DESCRIPTION OF THE TASK:
Reproduce the section of the listing that begins at the line containing "return sized.given;" and finishes at the line containing "for (let w = 0; w < (fromStore". Include both end lines and nothing beyond them.

DATA EXTRACTS:

/**
 * Net-need sizing (DESIGN steps 1–4): each week needs its target × (1 + margin) less what harvests
 * then from outside the plan. The covering program over the reachable starts (fewest bed-foot-days
 * meeting every need; ties to later starts) is solved exactly (cover-lp.ts), each start's bed-feet
 * rounded up to the increment; a pass over the weeks tops up any week still short from the start
 * covering the rest of the need at the least bed-foot-days per unit, and the repair trims what
 * rounding left over. A week no reachable start can supply is reported as shortfall with an
 * `unreachable_week` warning.
 */
export function planRuns<T>(
	input: PlanInput,
	temps: TempLookup | undefined,
	detail: boolean,
	make: MakeRun<T>,
	problemOut?: (p: SizingProblem) => void
): Planned<T> {
	const v = validateVariety(input.variety);
	const farm = input.farm;
	if (!farm || typeof farm !== 'object') throw new PlanningInputError('farm', 'is required');
	const season = {
		lastSpringFrost: toDayNumber(farm.lastSpringFrost, 'farm.lastSpringFrost'),
		firstFallFrost: toDayNumber(farm.firstFallFrost, 'farm.firstFallFrost')
	};
	const warnings: PlanningWarning[] = [];
	const o = resolveOptions(v, farm, input.options ?? {}, warnings, temps);
	const tenderAfter = pw.tenderDaysOf(farm.tenderDaysAfterFrost);
	const facts: pw.SeasonFacts = {
		...season,
		temps: o.dtm.temps,
		tenderDaysAfterFrost: tenderAfter,
		frostProbabilityPct: farm.frostProbabilityPct
	};
	const { mondays, qty } = normaliseTargets(input.targets);
	const lastFrostOfYear = pw.tenderFieldStart(season.lastSpringFrost, tenderAfter);
	const window = sowingWindowOf(v);
	const H = v.harvestWindowDays;
	const P = cumulativeWeights(v.harvestCurve, H);
	const Y = v.yieldPerBedFoot;
	const prefix = input.options?.keyPrefix ?? v.id ?? varietyLabel(v);
	const items: T[] = [];
	const unreachable: DayNumber[] = [];
	if (mondays.length === 0) return { items, shortfall: [], warnings, interval: o.interval };

	// Weeks from the first target week to the last, by offset from the first Monday.
	const base = mondays[0];
	const lastSunday = mondays[mondays.length - 1] + 6;
	const nWeeks = (mondays[mondays.length - 1] - base) / 7 + 1;
	const target = new Float64Array(nWeeks);
	const need = new Float64Array(nWeeks);
	const outside = new Float64Array(nWeeks);
	const planned = new Float64Array(nWeeks);
	for (let k = 0; k < mondays.length; k++) target[(mondays[k] - base) / 7] = qty[k];
	const supplied = input.supplied;
	if (supplied !== undefined) {
		if (!Array.isArray(supplied)) throw new PlanningInputError('supplied', 'must be a list of { week, quantity }');
		for (let i = 0; i < supplied.length; i++) {
			const m = weekStartDayItem(supplied[i].week, 'supplied', i, 'week');
			const q = requireNonNegativeItem('supplied', i, 'quantity', supplied[i].quantity);
			const w = (m - base) / 7;
			if (w >= 0 && w < nWeeks) outside[w] += q;
		}
	}
	for (let w = 0; w < nWeeks; w++) need[w] = target[w] > 0 ? target[w] * (1 + o.margin) - outside[w] : 0;

	// Candidate starts: every `interval`-th Monday (every Monday unless the grower asked for an
	// interval), from as early as a window that reaches the first target week can start.
	const span = Math.ceil(H / 7);
	const step = o.stepWeeks;
	// A storage crop's harvest may come before the first target week: it feeds it from store.
	const store = v.storage !== undefined && v.storage.keepWeeks > 0 ? v.storage : undefined;
	const cMin = -(span - 1) - (store?.keepWeeks ?? 0);
	const cands: (Candidate | undefined)[] = new Array<Candidate | undefined>(nWeeks - cMin).fill(undefined);
	const scratchDtm = detail ? undefined : blankDtm();
	const candidate = (c: number): Candidate => {
		let cand = cands[c - cMin];
		if (cand) return cand;
		const start = base + 7 * c;
		const dtm = scratchDtm ? effectiveDaysInto(scratchDtm, v, start, o.dtm) : effectiveDaysToMaturity(v, start, o.dtm);
		// The grid derives the first harvest forwards from the field date with the same clock. Walked
		// back, the clock gives the latest field date ready by this Monday; where shortening days make
		// it skip, that one is ready a day or two early, and the next day's is ready a day or two late.
		// The later one is taken: its harvest (a single cut, say) stays in this Monday's week.
		let fieldDay = start - dtm.days;
		let first = start;
		if (dtm.source !== 'gdd_cold') {
			first = fieldDay + maturityFrom(v, fieldDay, o.dtm).days;
			if (first < start) {
				fieldDay++;
				first = fieldDay + maturityFrom(v, fieldDay, o.dtm).days;
			}
		}
		const trayDay = v.method === 'transplant' ? fieldDay - (v.daysInTray ?? 0) : undefined;
		const firstAction = trayDay ?? fieldDay;
		// A tender crop goes out only after the last spring frost of its own year; a degree-day crop
		// whose heat cannot add up since the last cold spell cannot be ready that week at all.
		const frostFree = v.frostTender ? lastFrostOfYear(yearOfDay(fieldDay)) : -Infinity;
		// ... and is picked until the week of the first fall frost after it, no longer.
		const lastDay = Math.min(first + H - 1, pw.plannedPickEnd(v.frostTender, fieldDay, facts));
		const ok = !(
			(window !== null && !inMonthDayWindow(fieldDay, window.from, window.to)) ||
			tooColdToSow(v, fieldDay, o.dtm.temps) !== null ||
			(o.earliestField !== undefined && fieldDay < o.earliestField) ||
			(o.today !== undefined && firstAction < o.today) ||
			fieldDay < frostFree ||
			dtm.source === 'gdd_cold' ||
			first < start ||
			first > start + 6 ||
			first > lastDay
		);
		cand = {
			ok,
			fieldDay,
			first,
			lastDay,
			coef: first > start || lastDay < first + H - 1 ? shiftedCoefficients(first - start, lastDay - first) : undefined,
			trayDay,
			// Held until the window ends, or the last target week if sooner (the harvest stops there).
			occupancy: Math.min(lastDay + 1, lastSunday + 1) - fieldDay,
			dtmWarnings: dtm.warnings.length === 0 ? NONE : [...dtm.warnings],
			dtm: detail ? dtm : undefined,
			raw: 0,
			feet: 0,
			sizedOn: -1,
			sizedPerFt: 0
		};
		cands[c - cMin] = cand;
		return cand;
	};
	// Per-foot supply of a succession starting at week c in week w (Monday to Sunday).
	// (It depends only on w − c: worked out once per variety.)
	const byOffset = new Float64Array(span);
	for (let k = 0; k < span; k++) byOffset[k] = Y * shareOfDays(P, 7 * k, 7 * k + 6);
	/** Per-foot supply by week of a harvest starting `late` days after its Monday and picked to day `lastRel` of it. */
	function shiftedCoefficients(late: number, lastRel: number): Float64Array {
		const out = new Float64Array(span);
		for (let k = 0; k < span; k++) out[k] = Y * shareOfDays(P, 7 * k - late, Math.min(7 * k + 6 - late, lastRel));
		return out;
	}
	const coefOf = (c: number): Float64Array => (c >= cMin && c < nWeeks ? cands[c - cMin]?.coef : undefined) ?? byOffset;
	const perFt = (c: number, w: number): number => (w - c >= 0 && w - c < span ? coefOf(c)[w - c] : 0);

	// A storage crop: one harvest sized for the weeks its store feeds, not the weekly greedy below.
	const fromStore = store ? sizeStore(store) : undefined;
	function sizeStore(s: { keepWeeks: number; lossPerWeek: number }): Float64Array {
		const lots = new Map<number, number>();
		for (let i = 0; i < (supplied?.length ?? 0); i++) {
			const m = weekStartDayItem(supplied![i].week, 'supplied', i, 'week');
			const q = requireNonNegativeItem('supplied', i, 'quantity', supplied![i].quantity);
			lots.set((m - base) / 7, (lots.get((m - base) / 7) ?? 0) + q);
		}
		const sized = sizeStoredHarvests({
			nWeeks,
			cMin,
			span,
			step,
			target,
			need: Float64Array.from(target, (t) => (t > 0 ? t * (1 + o.margin) : 0)),
			increment: o.increment,
			keepWeeks: s.keepWeeks,
			lossPerWeek: s.lossPerWeek,
			lots,
			reachable: (c) => candidate(c).ok,
			perFt
		});
		for (const [c, feet] of sized.feet) {
			const cand = candidate(c);
			cand.feet = feet;
			cand.raw = feet;
			cand.sizedOn = sized.sizedOn.get(c) ?? 0;
			cand.sizedPerFt = perFt(c, c);
		}
		for (const u of sized.unreachable) unreachable.push(base + 7 * u);
		return sized.given;
	}

	// No succession shorter than one plant per row (one in-row spacing), in whole increments.
	const minFeet = roundUpTo(v.inRowSpacingIn / 12, o.increment);
	// The covering program, solved exactly; the weekly pass below tops up what float dust left short.
	const ok = (c: number): boolean => candidate(c).ok;
	const occupancy = (c: number): number => candidate(c).occupancy;
	const lp = fromStore ? null : coverByLp({ nWeeks, cMin, span, step, target, need, ok, occupancy, perFt });
	for (const [c, x] of lp ?? []) {
		const cand = candidate(c);
		cand.raw = x;
		cand.feet = Math.max(roundUpTo(x, o.increment), minFeet);
		cand.sizedOn = peakWeekOf(c, span, nWeeks, target, perFt);
		cand.sizedPerFt = perFt(c, cand.sizedOn);
		for (let u = Math.max(0, c); u < nWeeks && u <= c + span - 1; u++) planned[u] += cand.feet * perFt(c, u);
	}

	for (let w = 0; w < (fromStore ? 0 : nWeeks); w++) {
		if (!(target[w] > 0)) continue;
		const net = need[w] - planned[w];
		if (net <= 1e-9 * Math.max(1, need[w])) continue;
		let best = NaN;
		let bestX = 0;
		let bestScore = Infinity;
		for (let c = w; c >= Math.max(cMin, w - span + 1); c--) {
			if (step > 1 && ((c % step) + step) % step !== 0) continue;
			if (!(byOffset[w - c] > 0)) continue;
			const cand = cands[c - cMin] ?? candidate(c);
			if (!cand.ok) continue;
			const co = cand.coef ?? byOffset;
			const cf = co[w - c];
			if (!(cf > 0)) continue;
			const x = net / cf;
			let useful = 0;
			const end = Math.min(nWeeks - 1, c + span - 1);
			for (let u = w; u <= end; u++) {
				const left = need[u] - planned[u];
				if (left > 0 && target[u] > 0) useful += Math.min(co[u - c] * x, left);
			}
			const score = (x * cand.occupancy) / useful;
			if (score < bestScore * (1 - 1e-9)) {
				bestScore = score;
				best = c;
				bestX = x;
			}
		}
		if (Number.isNaN(best)) {
			unreachable.push(base + 7 * w);
			continue;
		}
		const cand = candidate(best);
		const feet = Math.max(roundUpTo(cand.feet + bestX, o.increment), minFeet);
		const added = feet - cand.feet;
		if (cand.sizedOn < 0) {
			cand.sizedOn = w;
			cand.sizedPerFt = perFt(best, w);
		}
		cand.raw += bestX;
		cand.feet = feet;
		for (let u = Math.max(0, best); u < nWeeks && u <= best + span - 1; u++) planned[u] += added * perFt(best, u);
	}

	// Repair: greedy choices made for early weeks may leave later successions (or themselves)
	// larger than what is still needed once everything is placed. Shrink each succession, latest
	// first, to the least whole increment that keeps every week it supplies covered.
	for (let pass = 0; pass < (fromStore ? 0 : 2); pass++) {
		for (let c = nWeeks - 1; c >= cMin; c--) {
			const cand = cands[c - cMin];
			if (!cand || cand.feet <= 0) continue;
			let cut = cand.feet;
			for (let u = Math.max(0, c); u < nWeeks && u <= c + span - 1; u++) {
				const cf = perFt(c, u);
				if (!(target[u] > 0) || !(cf > 0) || !(need[u] > 0)) continue;
				cut = Math.min(cut, (planned[u] - need[u]) / cf);
			}
			const left = roundUpTo(Math.max(0, cand.feet - cut), o.increment);
			const feet = left > 0 ? Math.max(left, minFeet) : 0;
			if (feet >= cand.feet) continue;
			for (let u = Math.max(0, c); u < nWeeks && u <= c + span - 1; u++) planned[u] -= (cand.feet - feet) * perFt(c, u);
			cand.feet = feet;
		}
	}

	const run: SuccessionRun = {
		prefix,
		index: 0,
		start: 0,
		yieldShare: 1,
		fieldDay: 0,
		trayDay: undefined,
		lastHarvest: 0,
		bedFeet: 0,
		rawFeet: 0,
		firstWeek: 0,
		endWeek: 0,
		warnings: [],
		dtm: scratchDtm ?? blankDtm(),
		peakMonday: 0,
		peakQ: 0,
		peakPerFt: 0,
		peakDays: 0
	};
	// The target weeks (indices into mondays) each succession's harvest reaches. A harvest that
	// would run past the last target week ends with that week: the bed is free sooner, and the
	// yield is what the curve gives up to then. (The stored planting keeps that shorter harvest:
	// the grid derives its last harvest from its first and its stored days of harvest.)
	let firstWeek = 0;
	for (let c = cMin; c < nWeeks; c++) {
		const cand = cands[c - cMin];
		if (!cand || cand.feet <= 0) continue;
		const start = cand.first;
		const lastHarvest = Math.min(cand.lastDay, lastSunday);
		run.yieldShare = lastHarvest === start + H - 1 ? 1 : P[lastHarvest - start + 1];
		while (firstWeek < mondays.length && mondays[firstWeek] < base + 7 * c) firstWeek++;
		let endWeek = firstWeek;
		while (endWeek < mondays.length && mondays[endWeek] <= lastHarvest) endWeek++;
		run.index = items.length;
		run.start = start;
		run.fieldDay = cand.fieldDay;
		run.trayDay = cand.trayDay;
		run.lastHarvest = lastHarvest;
		run.bedFeet = cand.feet;
		run.rawFeet = cand.raw;
		run.firstWeek = firstWeek;
		run.endWeek = endWeek;
		run.warnings = detail
			? withDtmWarnings(cand.dtmWarnings, pw.successionWarnings(v, cand.fieldDay, start, lastHarvest, facts))
			: cand.dtmWarnings;
		if (cand.dtm) run.dtm = cand.dtm;
		run.peakMonday = base + 7 * cand.sizedOn;
		run.peakQ = target[cand.sizedOn];
		run.peakPerFt = cand.sizedPerFt;
		run.peakDays = Math.min(7, H - 7 * (cand.sizedOn - c));
		items.push(make(run, v, o, mondays));
	}

	problemOut?.({ nWeeks, cMin, span, step, target, need, candidate, perFt });
	const shortfall: WeeklyTarget[] = [];
	const short: string[] = [];
	const skip = new Set(unreachable);
	for (let w = 0; w < nWeeks; w++) {
		if (!(target[w] > 0)) continue;
		const gap = fromStore ? target[w] - fromStore[w] : target[w] - outside[w] - planned[w];
		if (gap <= 1e-9 * Math.max(1, target[w])) continue;
		const week = isoWeekOfDay(base + 7 * w);
		shortfall.push({ week, quantity: gap });
		if (!skip.has(base + 7 * w)) short.push(week);
	}
	if (unreachable.length > 0) {
		const weeks = unreachable.map((m) => isoWeekOfDay(m));
		warnings.push({
			code: 'unreachable_week',
			message: pw.unreachableMessage(v, o.earliestField, o.today, !!o.dtm.temps, weeks),
			weeks
		});
	}
	if (short.length > 0) {
		warnings.push({
			code: 'supply_short',
			message: `Planned supply falls short of target in ${short.join(', ')}.`,
			weeks: short
		});
	}
	return { items, shortfall, warnings, interval: o.interval };
}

SOLVED EXERCISE:
		return sized.given;
	}

	// No succession shorter than one plant per row (one in-row spacing), in whole increments.
	const minFeet = roundUpTo(v.inRowSpacingIn / 12, o.increment);
	// The covering program, solved exactly; the weekly pass below tops up what float dust left short.
	const ok = (c: number): boolean => candidate(c).ok;
	const occupancy = (c: number): number => candidate(c).occupancy;
	const lp = fromStore ? null : coverByLp({ nWeeks, cMin, span, step, target, need, ok, occupancy, perFt });
	for (const [c, x] of lp ?? []) {
		const cand = candidate(c);
		cand.raw = x;
		cand.feet = Math.max(roundUpTo(x, o.increment), minFeet);
		cand.sizedOn = peakWeekOf(c, span, nWeeks, target, perFt);
		cand.sizedPerFt = perFt(c, cand.sizedOn);
		for (let u = Math.max(0, c); u < nWeeks && u <= c + span - 1; u++) planned[u] += cand.feet * perFt(c, u);
	}

	for (let w = 0; w < (fromStore ? 0 : nWeeks); w++) {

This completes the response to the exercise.